Die Zeit rast. Es sind sicher die kürzesten 2 Minuten unseres Lebens. Welch‘ eine Szenerie, es ist halb eins am frühen Nachmittag, und keine Sonne zu sehen! Der Blick zum Horizont lässt ein flaues Dämmerlicht erkennen, und das rundum. Es ist das Licht, dass aus der 130 km entfernten Tagzone hereingestreut wird.

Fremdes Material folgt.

#include "config.h"

#include "cw-scene.h"

#include <math.h>
#include <pango/pangocairo.h>
#include <string.h>

#include "cw-render-private.h"

static void
prim_clear (gpointer p)
{
  CwPrim *prim = p;

  g_clear_pointer (&prim->markup, g_free);
}

CwScene *
cw_scene_new (double width, double height)
{
  CwScene *scene = g_new0 (CwScene, 1);

  scene->prims = g_array_sized_new (FALSE, TRUE, sizeof (CwPrim), 128);
  g_array_set_clear_func (scene->prims, prim_clear);
  scene->points = g_array_new (FALSE, TRUE, sizeof (CwPoint));
  scene->width = width;
  scene->height = height;
  return scene;
}

void
cw_scene_free (CwScene *scene)
{
  if (scene == NULL)
    return;
  g_array_unref (scene->prims);
  g_array_unref (scene->points);
  g_free (scene);
}

static gboolean
near (double a, double b, double tolerance)
{
  return a == b || fabs (a - b) < tolerance;
}

static gboolean
prim_equal (const CwPrim *a, const CwPrim *b, double tol)
{
  return a->kind == b->kind && a->role == b->role && a->ink == b->ink && a->chair == b->chair &&
         a->sub == b->sub && a->position == b->position && a->axial == b->axial && near (a->x0, b->x0, tol) &&
         near (a->y0, b->y0, tol) && near (a->x1, b->x1, tol) && near (a->y1, b->y1, tol) &&
         a->line_width == b->line_width && near (a->wide, b->wide, tol) && a->dash == b->dash &&
         a->fill == b->fill && a->halo == b->halo && a->halo_ink == b->halo_ink && a->marker == b->marker &&
         a->first_point == b->first_point && a->n_points == b->n_points && g_strcmp0 (a->markup, b->markup) == 0 &&
         a->size == b->size && a->bold == b->bold && a->wrap == b->wrap && near (a->box.x, b->box.x, tol) &&
         near (a->box.y, b->box.y, tol) && near (a->box.w, b->box.w, tol) && near (a->box.h, b->box.h, tol);
}

gboolean
cw_scene_equal_within (const CwScene *a, const CwScene *b, double tolerance)
{
  if (a == b)
    return TRUE;
  if (a == NULL || b == NULL)
    return FALSE;
  if (a->width != b->width || a->height != b->height || !near (a->origin_x, b->origin_x, tolerance) ||
      !near (a->origin_y, b->origin_y, tolerance) || a->prims->len != b->prims->len ||
      a->points->len != b->points->len)
    return FALSE;
  for (guint i = 0; i < a->points->len; i++)
    {
      const CwPoint *p = &g_array_index (a->points, CwPoint, i), *q = &g_array_index (b->points, CwPoint, i);

      if (!near (p->x, q->x, tolerance) || !near (p->y, q->y, tolerance))
        return FALSE;
    }
  for (guint i = 0; i < a->prims->len; i++)
    if (!prim_equal (&g_array_index (a->prims, CwPrim, i), &g_array_index (b->prims, CwPrim, i), tolerance))
      return FALSE;
  return TRUE;
}

gboolean
cw_scene_equal (const CwScene *a, const CwScene *b)
{
  return cw_scene_equal_within (a, b, 0.0);
}

CwPrim *
cw_scene_add (CwScene *scene, CwPrimKind kind, CwRole role, CwInk ink)
{
  CwPrim prim = { 0 };

  prim.kind = kind;
  prim.role = role;
  prim.ink = ink;
  prim.chair = -1;
  prim.sub = -1;
  prim.line_width = 1.0;
  g_array_append_val (scene->prims, prim);
  return &g_array_index (scene->prims, CwPrim, scene->prims->len - 1);
}

CwPrim *
cw_scene_get (const CwScene *scene, guint i)
{
  g_return_val_if_fail (i < scene->prims->len, NULL);
  return &g_array_index (scene->prims, CwPrim, i);
}

void
cw_scene_append (CwScene *scene, const CwScene *src, double dx, double dy)
{
  for (guint i = 0; i < src->prims->len; i++)
    {
      CwPrim p = g_array_index (src->prims, CwPrim, i);

      p.markup = g_strdup (p.markup);
      p.x0 += dx;
      p.y0 += dy;
      p.box.x += dx;
      p.box.y += dy;
      if (p.kind != CW_PRIM_RECT) /* x1, y1 of a rectangle are its size */
        {
          p.x1 += dx;
          p.y1 += dy;
        }
      if (p.n_points > 0)
        {
          guint first = p.first_point;

          p.first_point = scene->points->len;
          for (guint k = 0; k < p.n_points; k++)
            {
              CwPoint q = g_array_index (src->points, CwPoint, first + k);

              q.x += dx;
              q.y += dy;
              g_array_append_val (scene->points, q);
            }
        }
      g_array_append_val (scene->prims, p);
    }
}

guint
cw_scene_get_n (const CwScene *scene)
{
  return scene->prims->len;
}

CwPrim *
cw_scene_line (CwScene *scene, CwRole role, CwInk ink, double x0, double y0, double x1, double y1, double width)
{
  CwPrim *p = cw_scene_add (scene, CW_PRIM_LINE, role, ink);

  p->x0 = x0;
  p->y0 = y0;
  p->x1 = x1;
  p->y1 = y1;
  p->line_width = width;
  return p;
}

static CwPrim *
add_points (CwScene *scene, CwPrimKind kind, CwRole role, CwInk ink, const CwPoint *pts, guint n)
{
  CwPrim *p = cw_scene_add (scene, kind, role, ink);

  p->first_point = scene->points->len;
  p->n_points = n;
  g_array_append_vals (scene->points, pts, n);
  return p;
}

CwPrim *
cw_scene_polyline (CwScene *scene, CwRole role, CwInk ink, const CwPoint *pts, guint n, double width)
{
  CwPrim *p = add_points (scene, CW_PRIM_POLYLINE, role, ink, pts, n);

  p->line_width = width;
  return p;
}

CwPrim *
cw_scene_polygon (CwScene *scene, CwRole role, CwInk ink, const CwPoint *pts, guint n)
{
  CwPrim *p = add_points (scene, CW_PRIM_POLYGON, role, ink, pts, n);

  p->fill = TRUE;
  return p;
}

static void
arrow_head (CwScene *scene, CwRole role, CwInk ink, double x0, double y0, double x1, double y1, double width)
{
  double  len = hypot (x1 - x0, y1 - y0);
  double  ux, uy, hl = 4.0 + 2.5 * width, hw = 1.5 + 1.2 * width;
  CwPoint pts[3];

  if (len < 1e-9)
    return;
  ux = (x1 - x0) / len;
  uy = (y1 - y0) / len;
  pts[0] = (CwPoint){ x1, y1 };
  pts[1] = (CwPoint){ x1 - hl * ux - hw * uy, y1 - hl * uy + hw * ux };
  pts[2] = (CwPoint){ x1 - hl * ux + hw * uy, y1 - hl * uy - hw * ux };
  cw_scene_polygon (scene, role, ink, pts, 3);
}

void
cw_scene_arrow (CwScene *scene, CwRole role, CwInk ink, double x0, double y0, double x1, double y1, double width, gboolean both)
{
  double len = hypot (x1 - x0, y1 - y0);
  double hl = 4.0 + 2.5 * width;
  double ux, uy;

  if (len < 1e-9)
    return;
  ux = (x1 - x0) / len;
  uy = (y1 - y0) / len;
  /* Stop the shaft inside the head so the tip stays sharp. */
  cw_scene_line (scene, role, ink, both ? x0 + ux * hl * 0.6 : x0, both ? y0 + uy * hl * 0.6 : y0,
                 x1 - ux * hl * 0.6, y1 - uy * hl * 0.6, width);
  arrow_head (scene, role, ink, x0, y0, x1, y1, width);
  if (both)
    arrow_head (scene, role, ink, x1, y1, x0, y0, width);
}

CwPrim *
cw_scene_text (CwScene *scene, CwRole role, CwInk ink, const char *markup, double size, gboolean bold, double x, double y)
{
  return cw_scene_text_at (scene, role, ink, markup, size, bold, x, y, 0.0, 0.0);
}

CwPrim *
cw_scene_text_at (CwScene *scene, CwRole role, CwInk ink, const char *markup, double size, gboolean bold, double x, double y, double ax, double ay)
{
  CwTextMetrics m;
  CwPrim       *p;

  cw_text_measure (markup, size, bold, 0, 0, 0, &m);
  p = cw_scene_add (scene, CW_PRIM_TEXT, role, ink);
  p->markup = g_strdup (markup);
  p->size = size;
  p->bold = bold;
  p->box = (CwBox){ x - ax * m.w, y - ay * m.h, m.w, m.h };
  return p;
}

CwPrim *
cw_scene_paragraph (CwScene *scene, CwRole role, CwInk ink, const char *markup, double size, double x, double y, double wrap)
{
  CwTextMetrics m;
  CwPrim       *p;

  cw_text_measure (markup, size, FALSE, wrap, 0, 0, &m);
  p = cw_scene_add (scene, CW_PRIM_TEXT, role, ink);
  p->markup = g_strdup (markup);
  p->size = size;
  p->wrap = wrap;
  p->box = (CwBox){ x, y, wrap, m.h };
  return p;
}

gboolean
cw_box_overlap (const CwBox *a, const CwBox *b, double pad)
{
  return a->x - pad < b->x + b->w && b->x - pad < a->x + a->w &&
         a->y - pad < b->y + b->h && b->y - pad < a->y + a->h;
}

CwBox
cw_box_union (const CwBox *a, const CwBox *b)
{
  double x0 = MIN (a->x, b->x), y0 = MIN (a->y, b->y);
  double x1 = MAX (a->x + a->w, b->x + b->w), y1 = MAX (a->y + a->h, b->y + b->h);

  return (CwBox){ x0, y0, x1 - x0, y1 - y0 };
}

/* Liang–Barsky clip of the segment against the box. */
gboolean
cw_segment_hits_box (double x0, double y0, double x1, double y1, const CwBox *box)
{
  double dx = x1 - x0, dy = y1 - y0;
  double p[4] = { -dx, dx, -dy, dy };
  double q[4] = { x0 - box->x, box->x + box->w - x0, y0 - box->y, box->y + box->h - y0 };
  double t0 = 0.0, t1 = 1.0;

  for (int i = 0; i < 4; i++)
    {
      if (fabs (p[i]) < 1e-12)
        {
          if (q[i] < 0)
            return FALSE;
          continue;
        }
      double t = q[i] / p[i];
      if (p[i] < 0)
        t0 = MAX (t0, t);
      else
        t1 = MIN (t1, t);
      if (t0 > t1)
        return FALSE;
    }
  return TRUE;
}

gboolean
cw_scene_box_hits_text (const CwScene *scene, const CwBox *box, double pad, int skip)
{
  for (guint i = 0; i < scene->prims->len; i++)
    {
      const CwPrim *p = &g_array_index (scene->prims, CwPrim, i);

      if ((int) i != skip && p->kind == CW_PRIM_TEXT && cw_box_overlap (box, &p->box, pad))
        return TRUE;
    }
  return FALSE;
}

/* One measuring context per thread: Pango font maps are per thread. */
static PangoContext *
measure_context (void)
{
  static GPrivate key = G_PRIVATE_INIT (g_object_unref);
  PangoContext   *ctx = g_private_get (&key);

  if (ctx == NULL)
    {
      PangoFontMap         *map = pango_cairo_font_map_get_default ();
      cairo_font_options_t *fo = cairo_font_options_create ();

      ctx = pango_font_map_create_context (map);
      pango_cairo_context_set_resolution (ctx, 72.0);
      cairo_font_options_set_hint_metrics (fo, CAIRO_HINT_METRICS_OFF);
      cairo_font_options_set_hint_style (fo, CAIRO_HINT_STYLE_NONE);
      pango_cairo_context_set_font_options (ctx, fo);
      cairo_font_options_destroy (fo);
      pango_context_set_round_glyph_positions (ctx, FALSE);
      g_private_set (&key, ctx);
    }
  return ctx;
}

PangoLayout *
cw_text_layout_new (const char *markup, double size, gboolean bold, double wrap)
{
  PangoLayout          *layout = pango_layout_new (measure_context ());
  PangoFontDescription *desc = pango_font_description_from_string (CW_FONT_FAMILY);

  pango_font_description_set_absolute_size (desc, size * PANGO_SCALE);
  if (bold)
    pango_font_description_set_weight (desc, PANGO_WEIGHT_BOLD);
  pango_layout_set_font_description (layout, desc);
  pango_font_description_free (desc);
  if (wrap > 0)
    {
      pango_layout_set_width (layout, (int) (wrap * PANGO_SCALE));
      pango_layout_set_wrap (layout, PANGO_WRAP_WORD_CHAR);
    }
  pango_layout_set_markup (layout, markup, -1);
  return layout;
}

/* Laid-out texts, per thread, so painting the same label again (every frame of the
 * window, every band of a PNG) does not shape it again. Two generations: a text used
 * since the last turnover stays; the older generation is dropped at each turnover. */
#define LAYOUT_GENERATION 256

typedef struct
{
  GHashTable *current;
  GHashTable *previous;
} LayoutCache;

static void
layout_cache_free (gpointer data)
{
  LayoutCache *c = data;

  g_hash_table_unref (c->current);
  g_hash_table_unref (c->previous);
  g_free (c);
}

static GHashTable *
layout_table_new (void)
{
  return g_hash_table_new_full (g_str_hash, g_str_equal, g_free, g_object_unref);
}

PangoLayout *
cw_text_layout_get (const char *markup, double size, gboolean bold, double wrap)
{
  static GPrivate  key = G_PRIVATE_INIT (layout_cache_free);
  LayoutCache     *c = g_private_get (&key);
  g_autofree char *k = g_strdup_printf ("%g|%d|%g|%s", size, bold, wrap, markup);
  PangoLayout     *layout;

  if (c == NULL)
    {
      c = g_new0 (LayoutCache, 1);
      c->current = layout_table_new ();
      c->previous = layout_table_new ();
      g_private_set (&key, c);
    }
  layout = g_hash_table_lookup (c->current, k);
  if (layout != NULL)
    return g_object_ref (layout);
  layout = g_hash_table_lookup (c->previous, k);
  if (layout != NULL)
    g_object_ref (layout);
  else
    layout = cw_text_layout_new (markup, size, bold, wrap);
  if (g_hash_table_size (c->current) >= LAYOUT_GENERATION)
    {
      g_hash_table_unref (c->previous);
      c->previous = c->current;
      c->current = layout_table_new ();
    }
  g_hash_table_insert (c->current, g_steal_pointer (&k), g_object_ref (layout));
  return layout;
}

/* Measurements repeat a lot (every try of every label): keep them, per thread. */
static GHashTable *
measure_cache (void)
{
  static GPrivate key = G_PRIVATE_INIT ((GDestroyNotify) g_hash_table_unref);
  GHashTable     *cache = g_private_get (&key);

  if (cache == NULL || g_hash_table_size (cache) > 8192)
    {
      cache = g_hash_table_new_full (g_str_hash, g_str_equal, g_free, g_free);
      g_private_replace (&key, cache);
    }
  return cache;
}

void
cw_text_measure (const char *markup, double size, gboolean bold, double wrap, int range_start, int range_end, CwTextMetrics *out)
{
  GHashTable      *cache = measure_cache ();
  g_autofree char *k = g_strdup_printf ("%g|%d|%g|%d|%d|%s", size, bold, wrap, range_start, range_end, markup);
  CwTextMetrics   *hit = g_hash_table_lookup (cache, k);

  if (hit != NULL)
    {
      *out = *hit;
      return;
    }
  g_autoptr (PangoLayout) layout = cw_text_layout_get (markup, size, bold, wrap);
  PangoRectangle logical;

  pango_layout_get_extents (layout, NULL, &logical);
  out->w = (double) logical.width / PANGO_SCALE;
  out->h = (double) logical.height / PANGO_SCALE;
  out->baseline = (double) pango_layout_get_baseline (layout) / PANGO_SCALE;
  out->atom_x0 = 0;
  out->atom_x1 = out->w;
  if (range_end > range_start)
    {
      PangoRectangle a, b;

      const char *text = pango_layout_get_text (layout);
      const char *last = g_utf8_find_prev_char (text, text + range_end);

      pango_layout_index_to_pos (layout, range_start, &a);
      pango_layout_index_to_pos (layout, last ? (int) (last - text) : range_start, &b);
      out->atom_x0 = (double) MIN (a.x, b.x) / PANGO_SCALE;
      out->atom_x1 = (double) MAX (a.x + a.width, b.x + b.width) / PANGO_SCALE;
    }
  g_hash_table_insert (cache, g_steal_pointer (&k), g_memdup2 (out, sizeof *out));
}

char *
cw_markup_dup_plain (const char *markup)
{
  char *text = NULL;

  if (!pango_parse_markup (markup, -1, 0, NULL, &text, NULL, NULL))
    return g_strdup (markup);
  return text;
}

Nicht zu leugnen ist der kühle Wind der Finsternis, der die Temperatur an unserem Ort von 20°C auf 18.5°C senkt. Ein T-Shirt hätte bisher ausgereicht, jedoch nun fröstelt es uns etwas. Das Vogelzwitschern ist zwischenzeitlich auch verstummt. Mir fällt auf, dass ich das Display der Kamera gerade noch ablesen kann, aber ich muss schon genau schauen. Nach den ersten Begeisterungsschreien von den Mitbeobachtern ist jetzt ehrfürchtiges Schweigen eingetreten. Zwar weiss man ja als sogenannter zivilisierter Mensch, dass die Sonne wieder kommt. Dennoch denkt man darüber nach, wie das ist, wenn das Lebenswichtigste plötzlich nicht mehr da ist. Der Horizont in der Ferne erscheint in einen gelb-rötlichen Farbton.      

Ein schnelles Ende der Totalitätsphase setzen die ersten Sonnenstrahlen, die nun auf der entgegengesetzten Seite des Mondes wieder hervorblitzen. Der Diamantringeffekt erscheint, und wenige Sekunden später sind Korona und Protuberanzen verschwunden. Die Uhr zeigt 12:31:38, als die letzte Aufnahme der Totalität entsteht. Scheinbar schlagartig ist es wieder hell; was natürlich täuscht, denn zunächst registriert das Auge nur einen recht schnellen Helligkeitswechsel. Zeit, wieder die Schutzbrillen und die Filter aufzusetzen.

Ein grossartiges Erlebnis, das ich erst einmal verarbeiten muss. Einige Minuten später herrscht bereits Aufbruchstimmung bei den Sofi-Touri’s. Die Kameras fangen noch einige Momente der partiellen Phase ein, doch dann schieben sich fette Wolken vor die Sonne, und um 12:44 Uhr beendet heftiger Regen jede Sichtmöglichkeit. Durch unglaubliches Glück wurden wir Zeugen eines Ereignisses, dass hier erst im Jahr 2135 wieder stattfindet.